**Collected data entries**

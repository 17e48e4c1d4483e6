import { z } from 'zod';
import type { AlloyFamily } from '#shared/domain/alloy/alloy-family.ts';
import type { CastingMethod } from '#shared/domain/casting/casting-method.ts';
import { castingStates, needsReason, type CastingState } from '#shared/domain/casting/casting-state.ts';
import { optionalWords, type Abilities } from './common.ts';

/** Moves a casting to another state; held and scrapped want a reason. */
export const moveCastingRequest = z
  .object({ to: z.enum(castingStates), reason: optionalWords(500) })
  .refine(({ to, reason }) => !needsReason(to) || reason !== '', { error: 'Say why.', path: ['reason'] });
/** Moves a casting to another state. */
export type MoveCastingRequest = z.input<typeof moveCastingRequest>;

/** Which castings to list: those planned for one local day, or all still open. */
export const listCastingsQuery = z.object({
  on: z.iso
    .date('Write the day as year-month-day.')
    .refine((day) => day >= '2000-01-01' && day < '3000-01-01', 'Choose a day from the year 2000 on.')
    .optional(),
});

/** An alloy as castings and melts name it. */
export interface AlloyLabel {
  readonly id: string;
  readonly name: string;
  readonly family: AlloyFamily;
  readonly fineness: number;
  readonly revisionId: string;
  readonly revision: number;
}

/** One use of a flask. */
export interface Casting {
  readonly id: string;
  readonly flask: { readonly code: string; readonly diameterMm: number; readonly heightMm: number };
  readonly tree: {
    readonly code: string;
    readonly waxMassG: number;
    readonly thinnestSectionMm: number;
    readonly pieces: number;
    readonly description: string;
  };
  readonly alloy: AlloyLabel;
  readonly method: CastingMethod;
  readonly state: CastingState;
  readonly stateReason: string;
  readonly plannedMetalG: number;
  readonly plannedPourAt: string;
  readonly bay: string;
  readonly plannedBy: string;
  readonly caster: { readonly id: string; readonly name: string } | null;
  readonly melt: { readonly id: string; readonly code: string } | null;
  readonly abilities: Abilities<'move'>;
}
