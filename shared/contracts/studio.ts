import { z } from 'zod';
import { markPlaces, type MarkPlace } from '#shared/domain/metal/fineness-marks.ts';
import type { ProcessTables } from '#shared/domain/studio/process-tables.ts';
import type { StudioLimits } from '#shared/domain/studio/studio-limits.ts';
import { words, type Abilities } from './common.ts';

const celsius = z
  .number({ error: 'Type a temperature.' })
  .min(0, 'Not below 0.')
  .max(1500, 'Not above 1500.');
/** At least a degree wide, so that whole degrees always fit in: a card shows and judges whole ones. */
const range = z.object({ low: celsius, high: celsius }).refine(({ low, high }) => high - low >= 1, {
  error: 'The upper end must be at least 1 °C above the lower end.',
  path: ['high'],
});
const bands = z.object({ thin: range, medium: range, heavy: range });
const source = words(600, 'Say where the figures come from.');

/** The owner's tables, as sent to be stored. */
export const processTables = z
  .object({
    superheat: z.object({ vacuum: bands, centrifugal: bands }),
    flask: z.object({ silver: bands, 'yellow-gold': bands, 'rose-gold': bands, 'white-gold': bands }),
    flaskCooling: z
      .array(
        z.object({
          diameterMm: z.number().min(20, 'At least 20 mm.').max(400, 'At most 400 mm.'),
          perSecond: z.number().min(0.00005, 'Too slow to be a flask.').max(0.02, 'Too fast to be a flask.'),
        }),
      )
      .min(1, 'Keep at least one flask size.')
      .max(20),
    flaskDropC: z.number().min(1, 'At least 1.').max(200, 'At most 200.'),
    transferDropC: z.number().min(0, 'Not below 0.').max(100, 'At most 100.'),
    roomC: z.number().min(-10, 'Not below -10.').max(50, 'At most 50.'),
    waxDensityGPerCm3: z.number().min(0.7, 'Wax is denser than that.').max(1.3, 'Wax is lighter than that.'),
    buttonShare: z.number().min(0, 'Not below 0.').max(2, 'At most 2.'),
    sources: z.object({
      superheat: source,
      flask: source,
      flaskCooling: source,
      flaskDrop: source,
      transferDrop: source,
      wax: source,
      button: source,
    }),
  })
  .refine(
    ({ flask, flaskDropC, roomC }) =>
      Object.values(flask).every((family) =>
        Object.values(family).every(({ low }) => low - flaskDropC > roomC),
      ),
    // Such a flask could wait for ever, and the pour window would have no end.
    { error: 'A flask that may cool by so much would be as cold as the room.', path: ['flaskDropC'] },
  ) satisfies z.ZodType<ProcessTables>;

/** The studio's limits, as sent to be stored. */
export const studioLimits = z.object({
  chargeTolerance: z.number().min(0.001, 'At least 0.1 %.').max(0.2, 'At most 20 %.'),
  returnsShare: z.number().min(0, 'Not below 0.').max(1, 'At most 100 %.'),
  lossShare: z.number().min(0, 'Not below 0.').max(0.2, 'At most 20 %.'),
  furnaceMaxC: z.number().min(900, 'At least 900.').max(2000, 'At most 2000.'),
  questionAboveC: z.number().min(20, 'At least 20.').max(500, 'At most 500.'),
  countersignFactor: z.number().min(1, 'At least 1.').max(10, 'At most 10.'),
}) satisfies z.ZodType<StudioLimits>;

/** Changes the studio's settings; `version` is the one that was edited. */
export const updateStudioRequest = z.object({
  version: z.int().positive(),
  name: words(80, 'Name the studio.'),
  temperatureUnit: z.enum(['C', 'F']),
  massUnit: z.enum(['g', 'dwt', 'ozt']),
  timeZone: words(60, 'Choose a time zone.').refine((zone) => {
    try {
      return Boolean(new Intl.DateTimeFormat('en', { timeZone: zone }));
    } catch {
      return false;
    }
  }, 'That is not a time zone: write it like Europe/Lisbon.'),
  idleLockS: z.int().min(30, 'At least 30 seconds.').max(3600, 'At most an hour.'),
  processTables,
  limits: studioLimits,
  /** Whose fineness marks the studio works to; as it was when left out. */
  marksPlace: z.enum(markPlaces).optional(),
  /** Days between two checks of an instrument; as it was when left out. */
  pyrometerCheckDays: z
    .int('Type whole days.')
    .min(1, 'At least a day.')
    .max(366, 'At most a year.')
    .optional(),
});
/** Changes the studio's settings. */
export type UpdateStudioRequest = z.infer<typeof updateStudioRequest>;

/** The studio's settings. */
export interface Studio extends Omit<
  UpdateStudioRequest,
  'processTables' | 'limits' | 'marksPlace' | 'pyrometerCheckDays'
> {
  readonly processTables: ProcessTables;
  readonly limits: StudioLimits;
  readonly marksPlace: MarkPlace;
  readonly pyrometerCheckDays: number;
  readonly abilities: Abilities<'update'>;
}
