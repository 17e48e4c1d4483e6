/** Whether the server can do its work; answered with 200 when ready, else 503. */
export interface Health {
  readonly ready: boolean;
  readonly database: 'up' | 'down';
  /** Migrations that have not run; empty when the schema is current. */
  readonly pendingMigrations: readonly string[];
}
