import { z } from 'zod';
import { words, type Abilities } from './common.ts';

/** Makes a one-time code with which a device becomes a terminal. */
export const createEnrolmentRequest = z.object({
  name: words(60, 'Name the terminal.'),
  bay: words(60, 'Say where it stands.'),
});
/** Makes a one-time code with which a device becomes a terminal. */
export type CreateEnrolmentRequest = z.infer<typeof createEnrolmentRequest>;

/** Enrols the device that sends it. */
export const enrolTerminalRequest = z.object({
  code: z
    .string({ error: 'Type the code from the desk.' })
    .transform((code) => code.replace(/\D/g, ''))
    .pipe(z.string().regex(/^\d{8}$/, 'The code has eight digits.')),
});
/** Enrols the device that sends it. */
export type EnrolTerminalRequest = z.input<typeof enrolTerminalRequest>;

/** A one-time enrolment code; shown once. */
export interface Enrolment {
  readonly code: string;
  readonly name: string;
  readonly bay: string;
  readonly expiresAt: string;
}

/** A device that may sign people in by PIN. */
export interface Terminal {
  readonly id: string;
  readonly name: string;
  readonly bay: string;
  readonly enrolledAt: string;
  readonly lastSeenAt: string | null;
  readonly revokedAt: string | null;
  readonly abilities: Abilities<'revoke'>;
}
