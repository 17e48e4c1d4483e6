import { z } from 'zod';
import type { StepAnswer } from '#shared/domain/instruction/instruction-step.ts';
import type { WorkInstruction } from '#shared/domain/instruction/work-instruction.ts';
import {
  castLooks,
  chargeKinds,
  photographSubjects,
  stopReasons,
  type CardEvent,
} from '#shared/domain/pour-card/card-event.ts';
import type { CardContext } from '#shared/domain/pour-card/card-state.ts';
import { varianceReasons } from '#shared/domain/pour-card/variance.ts';
import type { Casting } from './casting.ts';
import { lotKinds } from '#shared/domain/metal/lot.ts';
import type { SavedChargePlan } from './charge.ts';
import { instant, massG, massOrNoneG, optionalWords, temperatureC, words, type Abilities } from './common.ts';
import { lotCompositionWt, lotToleranceWt } from './lot.ts';
import { pin } from './session.ts';

/** The lot metal is taken from, as the terminal knows it; the server writes down what its own records say. */
const chargeLot = z.object({
  id: z.uuid(),
  code: z.string().max(20),
  kind: z.enum(lotKinds),
  compositionWt: lotCompositionWt,
  toleranceWt: lotToleranceWt,
});

const stepKey = z.string().min(1).max(60);

/** A second person's sign as the terminal has it; the server looks it up in its own records. */
const countersigned = z.object({
  id: z.uuid(),
  personId: z.uuid(),
  name: z.string().min(1).max(80),
  onDevice: z.boolean(),
});

const stepAnswer = z.discriminatedUnion('kind', [
  z.object({ kind: z.enum(['say', 'check', 'wait', 'hold-to-act']) }),
  z.object({ kind: z.literal('weigh'), massG: massOrNoneG }),
  z.object({ kind: z.literal('read'), temperatureC }),
  z.object({ kind: z.literal('photograph'), photographId: z.uuid() }),
  z.object({ kind: z.literal('scan'), code: z.string().min(1).max(60) }),
  z.object({ kind: z.literal('choose'), option: z.string().min(1).max(120) }),
  z.object({ kind: z.literal('countersign'), by: countersigned }),
]) satisfies z.ZodType<StepAnswer>;

/** What may be sent from a terminal to the melt book. */
export const cardEvent = z.discriminatedUnion('type', [
  z.object({ type: z.literal('guard-confirmed'), prompts: z.array(stepKey).max(40) }),
  z.object({ type: z.literal('checked'), keys: z.array(stepKey).min(1).max(40) }),
  z.object({ type: z.literal('step-done'), key: stepKey, answer: stepAnswer }),
  z.object({ type: z.literal('step-skipped'), key: stepKey }),
  z.object({
    type: z.literal('variance-explained'),
    index: z.int().min(0).max(10_000),
    reason: z.enum(varianceReasons, { error: 'Choose the reason.' }),
    words: optionalWords(1000),
    hold: z.boolean(),
    by: countersigned.nullable(),
  }),
  z.object({ type: z.literal('photographed'), photographId: z.uuid(), of: z.enum(photographSubjects) }),
  z.object({
    type: z.literal('charge-weighed'),
    kind: z.enum(chargeKinds),
    massG,
    lot: chargeLot.optional(),
  }),
  z.object({
    type: z.literal('charge-taken-out'),
    kind: z.enum(chargeKinds),
    massG,
    lot: chargeLot.optional(),
  }),
  z.object({ type: z.literal('charge-closed'), offPlan: z.boolean().optional() }),
  z.object({ type: z.literal('reading-taken'), temperatureC, confirmed: z.boolean().default(false) }),
  z.object({ type: z.literal('melt-ready') }),
  z.object({ type: z.literal('flask-out'), furnaceC: temperatureC.nullable() }),
  z.object({ type: z.literal('poured') }),
  z.object({ type: z.literal('quenched') }),
  z.object({
    type: z.literal('closed'),
    buttonMassG: massOrNoneG,
    lossMassG: massOrNoneG,
    look: z.enum(castLooks),
    note: optionalWords(2000),
  }),
  z.object({ type: z.literal('stopped'), reason: z.enum(stopReasons) }),
  z.object({ type: z.literal('resumed') }),
  z.object({ type: z.literal('abandoned'), note: words(500, 'Say why the card ends here.') }),
]) satisfies z.ZodType<CardEvent>;

/** Records one event; `key` is made by the terminal once, so that sending it again records nothing new. */
export const recordEventRequest = z.object({ key: z.uuid(), occurredAt: instant, event: cardEvent });
/** Records one event. */
export type RecordEventRequest = z.input<typeof recordEventRequest>;

/** Looks up what a scanned or typed code means; the code is judged by the flask code's own rules. */
export const findCardQuery = z.object({ code: z.string().max(500, 'That is far longer than a flask code.') });

/** Opens a casting's card at this terminal; `carryOn` takes one's own card, or as the owner anyone's, along from another terminal. */
export const openCardRequest = z.object({
  key: z.uuid(),
  occurredAt: instant,
  carryOn: z.boolean().default(false),
});
/** Opens a casting's card. */
export type OpenCardRequest = z.input<typeof openCardRequest>;

/** Asks another person to sign at the terminal for something on a melt. */
export const countersignMeltRequest = z.object({ personId: z.uuid('Choose who signs.'), pin });
/** Asks another person to sign. */
export type CountersignMeltRequest = z.input<typeof countersignMeltRequest>;

/** A photograph is sent as the body; `id` is made once, so that sending it again keeps it once. */
export const addPhotographQuery = z.object({ id: z.uuid() });

/** A photograph of a melt. */
export interface Photograph {
  readonly id: string;
  readonly mediaType: string;
  readonly bytes: number;
  readonly person: string;
  readonly at: string;
}

/** One event of the melt book. */
export interface MeltEvent {
  readonly seq: number;
  readonly key: string;
  readonly event: CardEvent;
  readonly person: string;
  readonly terminal: string;
  readonly occurredAt: string;
  readonly recordedAt: string;
}

/** Everything a terminal shows for one flask. */
export interface PourCard {
  readonly casting: Casting;
  /** The alloy revision's composition in wt%, for the melt beam. */
  readonly compositionWt: Readonly<Record<string, number>>;
  readonly rangeBasis: 'computed' | 'measured';
  readonly context: CardContext;
  readonly instruction: WorkInstruction & { readonly revision: number };
  /** The melt this card is writing to, or null until it is opened. */
  readonly melt: {
    readonly id: string;
    readonly code: string;
    readonly openedBy: string;
    readonly terminal: string;
  } | null;
  readonly events: readonly MeltEvent[];
  /** What to weigh in, where the charge was planned from lots. */
  readonly chargePlan?: SavedChargePlan | null;
  readonly abilities: Abilities<'open' | 'record'>;
  readonly serverTime: string;
}
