import { z } from 'zod';
import type { ThermometerFault } from '#shared/domain/instrument/read-thermometer-line.ts';
import { instant, temperatureC } from './common.ts';
import type { InstrumentReading } from './instrument.ts';

const faults = ['open', 'over-range', 'under-range', 'other'] as const satisfies readonly ThermometerFault[];

const reading = z
  .object({
    temperatureC: temperatureC.optional(),
    fault: z.enum(faults, { error: `A fault is one of ${faults.join(', ')}.` }).optional(),
    takenAt: instant.optional(),
    sequence: z.int({ error: 'The number of a line is a whole one.' }).min(0).max(1_000_000_000).optional(),
  })
  .refine((each) => (each.temperatureC === undefined) !== (each.fault === undefined), {
    error: 'A reading has either temperatureC or fault.',
    path: ['temperatureC'],
  });

const batch = z.object({
  key: z.uuid('Give each delivery a key of its own, a UUID; send it again with the same one.'),
  /** Which instrument it is, where a terminal's token is used. */
  instrumentId: z.uuid('That is not an instrument of ours.').optional(),
  readings: z
    .array(reading, { error: 'Send temperatureC, or a list of readings.' })
    .min(1, 'There is no reading in it.')
    .max(600, 'At most 600 readings at a time.'),
});

const asBatch = (value: unknown): unknown => {
  if (value === null || typeof value !== 'object' || Array.isArray(value) || 'readings' in value)
    return value;
  const { key, instrumentId, ...one } = value as Readonly<Record<string, unknown>>;
  return 'temperatureC' in one || 'fault' in one ? { key, instrumentId, readings: [one] } : value;
};

/** What a logger sends: one reading, or a batch of them. */
export const pushReadingsRequest = z.preprocess(asBatch, batch);
/** A batch of readings. */
export type PushReadingsRequest = z.output<typeof pushReadingsRequest>;

/** What became of a delivery. */
export interface PushedReadings {
  readonly instrumentId: string;
  readonly recorded: number;
  /** Whether it had come before; nothing is recorded twice. */
  readonly again: boolean;
  readonly latest: InstrumentReading;
}
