/** A step that an apprentice did under supervision: something on a melt that a second person signed for. */
export interface SupervisedStep {
  readonly meltId: string;
  readonly meltCode: string;
  /** When it was signed, ISO 8601. */
  readonly at: string;
  /** A step of the instruction that asks for a sign, or a departure whose reason was signed. */
  readonly kind: 'step' | 'variance';
  /** The step's sentence as the card had it, or the departure's. */
  readonly sentence: string;
  /** What was said of a departure; empty for a step. */
  readonly words: string;
  readonly signedBy: string;
  /** Whether the terminal alone could check the PIN. */
  readonly onDevice: boolean;
}
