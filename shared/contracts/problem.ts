/** One fault at one field of a request. */
export interface FieldProblem {
  /** The field's path, parts joined by dots; empty for the request as a whole. */
  readonly path: string;
  readonly message: string;
}

/** An error answer, RFC 9457 problem details; `title` is one sentence that says what is wrong and what to do. */
export interface Problem {
  /** `urn:ladlemark:problem:` and the stable id. */
  readonly type: string;
  readonly title: string;
  readonly status: number;
  readonly fields?: readonly FieldProblem[];
  /** Seconds after which it is worth trying again. */
  readonly retryAfterS?: number;
}

const prefix = 'urn:ladlemark:problem:';

/** The stable ids of every error the server names. */
export const problemIds = [
  'invalid-request',
  'not-signed-in',
  'wrong-sign-in',
  'sign-in-delayed',
  'sign-in-locked',
  'terminal-not-enrolled',
  'token-refused',
  'not-allowed',
  'not-found',
  'foreign-request',
  'flask-code-refused',
  'no-open-casting',
  'wrong-state',
  'card-elsewhere',
  'alloy-not-approved',
  'event-refused',
  'reading-questioned',
  'reading-refused',
  'lot-code-refused',
  'not-enough-metal',
  'charge-refused',
  'entry-questioned',
  'already-exists',
  'changed-meanwhile',
  'too-many-requests',
  'too-large',
  'not-ready',
  'unexpected',
] as const;
/** A stable error id. */
export type ProblemId = (typeof problemIds)[number];

/** The `type` of a problem from its id. */
export const problemType = (id: ProblemId): string => prefix + id;

/** Whether a problem is the one with this id. */
export const isProblem = (problem: Pick<Problem, 'type'>, id: ProblemId): boolean =>
  problem.type === problemType(id);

**WHAT YOU NEED TO DO**
Reproduce each line of the records in which the string "celsius" appears.

**COMPLETED TASK**
const celsius = z
const range = z.object({ low: celsius, high: celsius }).refine(({ low, high }) => high - low >= 1, {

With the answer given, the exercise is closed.